The last new recipe I gave my parents was Marion Cunningham’s version of mahogany chicken. It meets all of my key recipe criteria: easy, cheap, good. And it makes good leftovers, all that yummy sauce. And if I ever manage to get back to cooking actual meals again, it will be one of the first things I make.

(For the record, I have moved past the McChicken sandwiches and on to scrambled eggs, but that’s as far as I’ve gotten. One step at a time.)

So this post won’t help my mom, she already has this recipe, but maybe someone else will like it.

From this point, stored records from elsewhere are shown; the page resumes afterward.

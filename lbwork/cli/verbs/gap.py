"""``lbwork gap``: Liouvillian gap, for one size or a range of sizes with a scaling fit."""

from __future__ import annotations

from pathlib import Path
from typing import Annotated

import typer

from lbwork.cli.console import emit_json, emit_text, human_bytes, human_seconds, progress, say
from lbwork.cli.options import (
    Boundary,
    JsonFlag,
    ModelName,
    RunsFolder,
    Settings,
    Sites,
    chosen_model,
    several_sizes,
)
from lbwork.errors import UsageError
from lbwork.spectrum import GapOptions, gap_cost, spectral_gap
from lbwork.store import RunStore
from lbwork.study import gap_range, keep_result

NAME = "gap"
SECTORS = {"auto": None, "neutral": True, "all": False}


def run(
    model: ModelName,
    sites: Sites = None,
    set_: Settings = None,
    boundary: Boundary = None,
    sectors: Annotated[
        str,
        typer.Option(
            help="neutral (ket and bra of equal charge), all, or auto: all for short chains."
        ),
    ] = "auto",
    method: Annotated[
        str, typer.Option(help="exhaustive, nearest (to zero; long chains), or auto by size.")
    ] = "auto",
    seed: Annotated[int, typer.Option(min=0, help="Of the start vectors.")] = 0,
    json: JsonFlag = False,
    runs: RunsFolder = Path("runs"),
) -> None:
    """Slowest decay rate with its certificate, zero modes counted; --sites 4:8 fits a power."""
    if sectors not in SECTORS:
        raise UsageError(f"--sectors {sectors}: write one of {', '.join(SECTORS)}")
    options = GapOptions(method=method, populations_only=SECTORS[sectors], seed=seed)
    kept = {"sectors": sectors, "method": method, "seed": seed}
    sizes = several_sizes(sites)
    chosen = chosen_model(model, sizes[0] if sizes else None, set_, boundary)
    store = RunStore(runs)
    if sizes is None or len(sizes) == 1:
        cost = gap_cost(chosen, options)
        cost.require_fit(chosen.sites)
        say(
            f"{chosen}: {cost.method} search, expected time {human_seconds(cost.seconds)}, "
            f"memory {human_bytes(cost.memory_bytes)}"
        )
        with progress("gap", 1) as tell:
            result = spectral_gap(chosen, options=options, tell=lambda words: tell(0, words))
        arrays = {} if result.mode is None or result.mode.size > 2**22 else {"mode": result.mode}
        run_id = keep_result(store, NAME, chosen, result.to_dict(), options=kept, arrays=arrays)
        if json:
            emit_json({**result.to_dict(), "run": run_id})
        else:
            emit_text(str(result))
            say(f"kept as {run_id}")
        return
    longest = chosen.replace(sites=max(sizes))
    gap_cost(longest, options).require_fit(longest.sites)
    with progress("gap", len(sizes)) as tell:
        found = gap_range(chosen, sizes, options=options, progress=tell)
    document = found.to_dict()
    run_id = keep_result(store, NAME, chosen, document, options={**kept, "sizes": list(sizes)})
    if json:
        emit_json({**document, "run": run_id})
        return
    emit_text(str(found))
    say(f"kept as {run_id}; `lbwork figure {run_id}` draws it on logarithmic axes")
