"""``lbwork relax``: time evolution from a given state, and the asymptotic decay rate."""

from __future__ import annotations

from pathlib import Path
from typing import Annotated

import numpy as np
import typer

from lbwork.cli.console import emit_json, emit_text, human_bytes, progress, say
from lbwork.cli.options import (
    Boundary,
    JsonFlag,
    ModelName,
    RunsFolder,
    Settings,
    Sites,
    chosen_model,
    one_size,
)
from lbwork.errors import UsageError
from lbwork.observables import operator_from_words, state_from_words
from lbwork.relaxation import asymptotic_rate, evolve
from lbwork.steady import steady_cost
from lbwork.store import RunStore
from lbwork.study import keep_result

NAME = "relax"


def _times(text: str) -> list[float]:
    """``0:10:0.5`` or ``0,1,2.5``."""
    try:
        if ":" in text:
            first, last, step = (float(part) for part in text.split(":"))
            if not step > 0 or last < first or (last - first) / step > 1e5:
                raise ValueError
            return [first + step * index for index in range(int((last - first) / step + 1.5))]
        return [float(part) for part in text.split(",")]
    except ValueError:
        raise UsageError(
            f"--times {text}: write first:last:step, e.g. 0:10:0.5, or times with commas"
        ) from None


def run(
    model: ModelName,
    sites: Sites = None,
    set_: Settings = None,
    boundary: Boundary = None,
    start: Annotated[
        str, typer.Option(help="up, down, neel, domain-wall, mixed, gibbs:0.5, '0 1 0', rho.npy.")
    ] = "neel",
    times: Annotated[str, typer.Option(help="first:last:step, or times with commas.")] = "0:5:0.5",
    operator: Annotated[
        list[str] | None,
        typer.Option(help="Expectation value, e.g. 'X Y@2' (first site). May be repeated."),
    ] = None,
    rate: Annotated[
        bool, typer.Option("--rate", help="Wait for the asymptotic decay rate as well.")
    ] = False,
    json: JsonFlag = False,
    runs: RunsFolder = Path("runs"),
) -> None:
    """Density matrix forward in time: profile, expectation values, error bound."""
    chosen = chosen_model(model, one_size(sites), set_, boundary)
    moments = _times(times)
    operators = {words: operator_from_words(chosen, words) for words in operator or ()}
    cost = steady_cost(chosen)
    cost.require_fit(chosen.sites)
    state = state_from_words(chosen, start)
    say(f"{chosen}: from {start}, up to {human_bytes(cost.memory_bytes + 30 * state.nbytes)}")
    with progress("evolution", len(moments)) as tell:
        found = evolve(chosen, state, moments, operators=operators, tell=tell)
    document = found.to_dict()
    decay = None
    if rate:
        with progress("decay rate", 1) as tell:
            decay = asymptotic_rate(chosen, state, tell=lambda words: tell(0, words))
        document["decay"] = decay.to_dict()
    options = {"start": start, "times": moments, "operators": list(operators), "rate": rate}
    final = {"final": np.asarray(found.final)} if found.final.size <= 2**22 else {}
    run_id = keep_result(RunStore(runs), NAME, chosen, document, options=options, arrays=final)
    if json:
        emit_json({**document, "run": run_id})
        return
    emit_text(str(found))
    if decay is not None:
        emit_text(f"  {decay}")
    say(f"kept as {run_id}")
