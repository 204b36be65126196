"""``lbwork export``: the numbers of a kept run in a form other programs read."""

from __future__ import annotations

import csv
import io
import json as json_text
import os
from pathlib import Path
from typing import Annotated

import numpy as np
import typer

from lbwork.cli.console import emit_json, emit_text
from lbwork.cli.options import JsonFlag, RunName, RunsFolder
from lbwork.cli.verbs.show import run_document
from lbwork.errors import StoreError, UsageError
from lbwork.store import RunFile, RunStore

NAME = "export"
KINDS = (".csv", ".json", ".npz", ".toml")


def _levels_table(kept: RunFile) -> bytes:
    text = io.StringIO()
    writer = csv.writer(text)
    writer.writerow(["sector", "label", "multiplicity", "conjugates", "real", "imaginary", "bound"])
    for index, document, arrays in kept.sectors():
        for level, bound in zip(arrays["eigenvalues"], arrays["error_bounds"], strict=True):
            writer.writerow(
                [
                    index,
                    document["label"],
                    document["multiplicity"],
                    document["conjugates"],
                    repr(float(level.real)),
                    repr(float(level.imag)),
                    repr(float(bound)),
                ]
            )
    return text.getvalue().encode()


def _arrays(kept: RunFile) -> bytes:
    found: dict[str, np.ndarray] = {}
    for index, _, arrays in kept.sectors():
        found |= {f"sector_{index}_{name}": array for name, array in arrays.items()}
    for name in kept.results():
        found |= {f"{name}_{key}": array for key, array in kept.result(name).arrays.items()}
    if not found:
        raise StoreError(f"run '{kept.run_id}' holds no arrays; export it as .json")
    content = io.BytesIO()
    np.savez(content, allow_pickle=False, **found)
    return content.getvalue()


def _content(kept: RunFile, suffix: str) -> bytes:
    if suffix == ".csv":
        if not kept.summary.sectors_done:
            raise StoreError(f"run '{kept.run_id}' holds no levels; export it as .json")
        return _levels_table(kept)
    if suffix == ".npz":
        return _arrays(kept)
    if suffix == ".toml":
        return kept.model_toml.encode()
    return (json_text.dumps(run_document(kept), indent=1, allow_nan=False) + "\n").encode()


def run(
    run: RunName,
    out: Annotated[Path, typer.Option("--out", help="File to write: .csv .json .npz or .toml.")],
    json: JsonFlag = False,
    runs: RunsFolder = Path("runs"),
) -> None:
    """Levels as CSV, everything as JSON, arrays as NPZ, or the model file as TOML."""
    if out.suffix not in KINDS:
        raise UsageError(f"--out {out}: give a file that ends in {', '.join(KINDS)}")
    if not out.parent.is_dir():
        raise UsageError(f"--out {out}: folder '{out.parent}' does not exist; create it first")
    content = _content(RunStore(runs).open(run), out.suffix)
    unfinished = out.with_name(f".{out.name}.{os.getpid()}.partial")
    try:
        unfinished.write_bytes(content)
        os.replace(unfinished, out)
    except OSError as error:
        raise StoreError(f"cannot write '{out}': {error.strerror or error}") from None
    finally:
        unfinished.unlink(missing_ok=True)
    if json:
        emit_json({"file": str(out), "bytes": len(content)})
        return
    emit_text(str(out))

Mahogany Chicken Legs with Fresh Ginger
from The Supper Book by Marion Cunningham

4 Tbsp peanut oil
8 chicken thighs and legs
1/3 cup peeled and sliced (1/4 inch thick) fresh ginger
1/3 cup soy sauce
1/3 cup sherry
1/3 cup sugar
1/2 cup sliced scallions [optional]
1/2 cup whole cilantro leaves [optional]
4 cups steamed long-grain white rice

Put the peanut oil in a deep skillet over medium-high heat. When the oil is hot, add the chicken pieces, skin side down, and the ginger slices. Brown the chicken for 10 minutes, then turn over and brown for 5 more minutes. (It is important to use a deep skillet because the chicken tends to spatter while browning.) Reduce the heat if necessary to keep the chicken and ginger from burning. If the ginger slices brown too quickly, remove them to a paper towel and put them back in the skillet when you add the soy mixture.

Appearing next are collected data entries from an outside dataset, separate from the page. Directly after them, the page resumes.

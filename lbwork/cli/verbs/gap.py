"""``lbwork gap``: Liouvillian gap, for one size or a range of sizes with a scaling fit."""

from __future__ import annotations

from pathlib import Path

from lbwork.cli.console import emit_json, emit_text, progress, say
from lbwork.cli.options import (
    Boundary,
    JsonFlag,
    ModelName,
    RunsFolder,
    Settings,
    Sites,
    chosen_model,
    several_sizes,
)
from lbwork.spectrum import gap_scaling, spectral_gap
from lbwork.store import RunStore
from lbwork.study import keep_result

NAME = "gap"


def run(
    model: ModelName,
    sites: Sites = None,
    set_: Settings = None,
    boundary: Boundary = None,
    json: JsonFlag = False,
    runs: RunsFolder = Path("runs"),
) -> None:
    """Slowest decay rate, zero modes counted, every sector searched; --sites 4:8 fits a power."""
    sizes = several_sizes(sites)
    chosen = chosen_model(model, sizes[0] if sizes else None, set_, boundary)
    store = RunStore(runs)
    if sizes is None or len(sizes) == 1:
        say(f"{chosen}: searching every sector")
        result = spectral_gap(chosen)
        run_id = keep_result(store, NAME, chosen, result.to_dict(), options={})
        if json:
            emit_json({**result.to_dict(), "run": run_id})
        else:
            emit_text(str(result))
            say(f"kept as {run_id}")
        return
    models = [chosen.replace(sites=size) for size in sizes]
    results = []
    with progress("gap", len(models)) as tell:
        for done, one in enumerate(models):
            tell(done, f"{one.sites} sites")
            results.append(spectral_gap(one))
    scaling = gap_scaling(sizes, [result.gap for result in results])
    document = {
        **scaling.to_dict(),
        "sizes": list(sizes),
        "results": [
            {"sites": size, **result.to_dict()} for size, result in zip(sizes, results, strict=True)
        ],
    }
    run_id = keep_result(store, NAME, chosen, document, options={"sizes": list(sizes)})
    if json:
        emit_json({**document, "run": run_id})
        return
    emit_text(str(scaling))
    say(f"kept as {run_id}")
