"""``lbwork audit``: all of it in one dossier, kept as one run."""

from __future__ import annotations

from pathlib import Path
from typing import Annotated

import typer

from lbwork.cli.console import emit_json, emit_text, progress, say
from lbwork.cli.options import (
    Boundary,
    Fresh,
    JsonFlag,
    RunsFolder,
    Settings,
    Sites,
    chosen_model,
    one_size,
)
from lbwork.cli.verbs.spectrum import announce
from lbwork.report import figures_of_run, save_figure
from lbwork.store import RunStore
from lbwork.study import Audit, audit
from lbwork.symmetry import plan_sectors

NAME = "audit"
DEFAULT_MODEL = "xxz-nnn-driven"


def _figures(store: RunStore, run_id: str) -> list[Path]:
    """Draw every figure of the run into the run folder, as PDF."""
    paths = []
    for name, figure in figures_of_run(store.open(run_id)).items():
        paths.append(save_figure(figure, store.folder / f"{run_id}-{name}.pdf"))
    return paths


def _text(result: Audit) -> str:
    verdict = result.verdict
    parts = [
        f"audit of {result.model}",
        f"\nsymmetries\n{result.plan.symmetries}",
        f"\nlevels\n{result.statistics}",
        f"\n{verdict}",
    ]
    if result.gap is not None:
        parts.append(f"\n{result.gap}")
    if result.steady is not None:
        parts.append(f"\n{result.steady}")
    parts.append(f"\nconclusion\n{result.conclusion()}")
    return "\n".join(parts)


def run(
    model: Annotated[
        str,
        typer.Argument(help="Catalogue name or model file.", metavar="MODEL"),
    ] = DEFAULT_MODEL,
    sites: Sites = None,
    set_: Settings = None,
    boundary: Boundary = None,
    fresh: Fresh = False,
    json: JsonFlag = False,
    runs: RunsFolder = Path("runs"),
) -> int:
    """Symmetries, spectrum, level statistics and verdict, gap and steady state, kept as one run."""
    chosen = chosen_model(model, one_size(sites), set_, boundary)
    plan = plan_sectors(chosen)
    announce(plan)
    store = RunStore(runs)
    with progress("audit", len(plan.sectors) + 3) as tell:
        result = audit(
            plan, store=store, fresh=fresh, progress=lambda done, _, what: tell(done, what)
        )
    paths = _figures(store, str(result.run_id))
    if json:
        emit_json({**result.to_dict(), "figures": [str(path) for path in paths]})
    else:
        emit_text(_text(result))
        emit_text(f"\nkept as {result.run_id}")
        for path in paths:
            emit_text(f"figure {path}")
    if not result.certified:
        say("lbwork: not every part is certified; see the conclusion")
        return 1
    return 0
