"""``lbwork steady``: the steady state, its profile, currents and certificate."""

from __future__ import annotations

from pathlib import Path

from lbwork.cli.console import emit_json, emit_text, say
from lbwork.cli.options import (
    Boundary,
    JsonFlag,
    ModelName,
    RunsFolder,
    Settings,
    Sites,
    chosen_model,
    one_size,
)
from lbwork.steady import steady_state
from lbwork.store import RunStore
from lbwork.study import keep_result

NAME = "steady"


def run(
    model: ModelName,
    sites: Sites = None,
    set_: Settings = None,
    boundary: Boundary = None,
    json: JsonFlag = False,
    runs: RunsFolder = Path("runs"),
) -> None:
    """Steady state: magnetisation profile, spin current, zero modes, certificate."""
    chosen = chosen_model(model, one_size(sites), set_, boundary)
    result = steady_state(chosen)
    document = result.to_dict()
    run_id = keep_result(
        RunStore(runs), NAME, chosen, document, options={}, arrays={"density": result.density}
    )
    if json:
        emit_json({**document, "run": run_id})
        return
    emit_text(str(result))
    say(f"kept as {run_id}")
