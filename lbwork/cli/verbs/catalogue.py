"""``lbwork catalogue``: the bundled published models."""

from __future__ import annotations

from typing import Annotated, Any

import typer

from lbwork.cli.console import emit_json, emit_table, emit_text
from lbwork.cli.options import JsonFlag
from lbwork.model import CatalogueEntry, catalogue, catalogue_entry, model_to_toml

NAME = "catalogue"


def _document(entry: CatalogueEntry) -> dict[str, Any]:
    model = entry.model()
    return {
        "name": entry.name,
        "title": entry.title,
        "source": entry.source,
        "known": entry.known,
        "integrable": entry.integrable,
        "argument": entry.argument,
        "sites": model.sites,
        "local_dimension": model.local_dimension,
        "boundary": model.boundary,
        "parameters": dict(model.parameters),
        "identity": model.identity,
    }


def run(
    name: Annotated[
        str | None, typer.Argument(help="Show one model in full, with its file.", metavar="NAME")
    ] = None,
    json: JsonFlag = False,
) -> None:
    """The bundled published models, with source and what is known of them."""
    if name is not None:
        entry = catalogue_entry(name)
        if json:
            emit_json({**_document(entry), "file": model_to_toml(entry.model())})
            return
        emit_text(
            f"{entry.title}\n{entry.known}\nintegrable: {entry.integrable} ({entry.argument})"
        )
        emit_text(f"source: {entry.source}\n\n{model_to_toml(entry.model())}")
        return
    entries = catalogue()
    if json:
        emit_json({"models": [_document(entry) for entry in entries]})
        return
    rows = []
    for entry in entries:
        model = entry.model()
        kind = "ring" if model.boundary == "periodic" else "open"
        rows.append(
            [
                entry.name,
                entry.title,
                f"{model.local_dimension}",
                f"{model.sites} {kind}",
                entry.integrable,
            ]
        )
    emit_table(
        [
            ("name", "left"),
            ("what it is", "left"),
            ("levels", "right"),
            ("sites", "left"),
            ("integrable", "left"),
        ],
        rows,
    )
    emit_text("lbwork catalogue NAME shows source, argument and the model file.")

Mix together the soy sauce, sherry, and sugar. Pour the soy mixture over the chicken, cover, and cook for about 2 minutes. Transfer to a serving dish and garnish with the scallions and cilantro leaves. Serve immediately with the rice.

6 Responses to “Writer’s Block”

  1. Molly Says:

    So the thing I find amusing about your McDonald’s meal is that even though it’s cheap, it is double your food budget for the entire day from the dollar-a-day era.

  2. lessisenough Says:

    I know, how far the mighty have fallen!

    At one point I was talking to my dad about how much I was spending on food, I said I’m spending twice as much as I used to. He said twice nothing is still nothing.

    So I will just say that I was spending way more than a dollar a day to eat very badly. Eventually I gave up on shopping altogether, because I was buying food that I would throw away, because either I wasn’t home to eat it or it was just too much to deal with and it would go bad. So I was spending money on groceries and then eating out anyway. I decided just to skip the first part.

    A friend who works crazy hours suggested getting sandwich stuff, because you can almost always eat a sandwich and it doesn’t generate much in the way of dishes, and it keeps for a while. So then I started going to Trader Joe’s and getting cold cuts/cheese/tortillas and that was a pretty good solution, I ate a lot of wraps.

  3. Elizabeth Says:

    Love the photo, and I think it would make a great line for a commencement speech. Congratulations on your graduation. And I have a recipe for you – roasted cauliflower with pistachios and capers. So good and so easy. Just put it with olive oil, salt and pepper in a baking dish and bake at 400 for anywhere from 20 – 40 minutes, depending on how hungry you are and how crunchy/crispy.

  4. lessisenough Says:

    Roasted cauliflower with pistachios sounds divine, I’ll have to think about the capers. I actually think you can roast any vegetable and it makes it taste 10 times better. Thanks for the tip! I’ll pass it along to my mom.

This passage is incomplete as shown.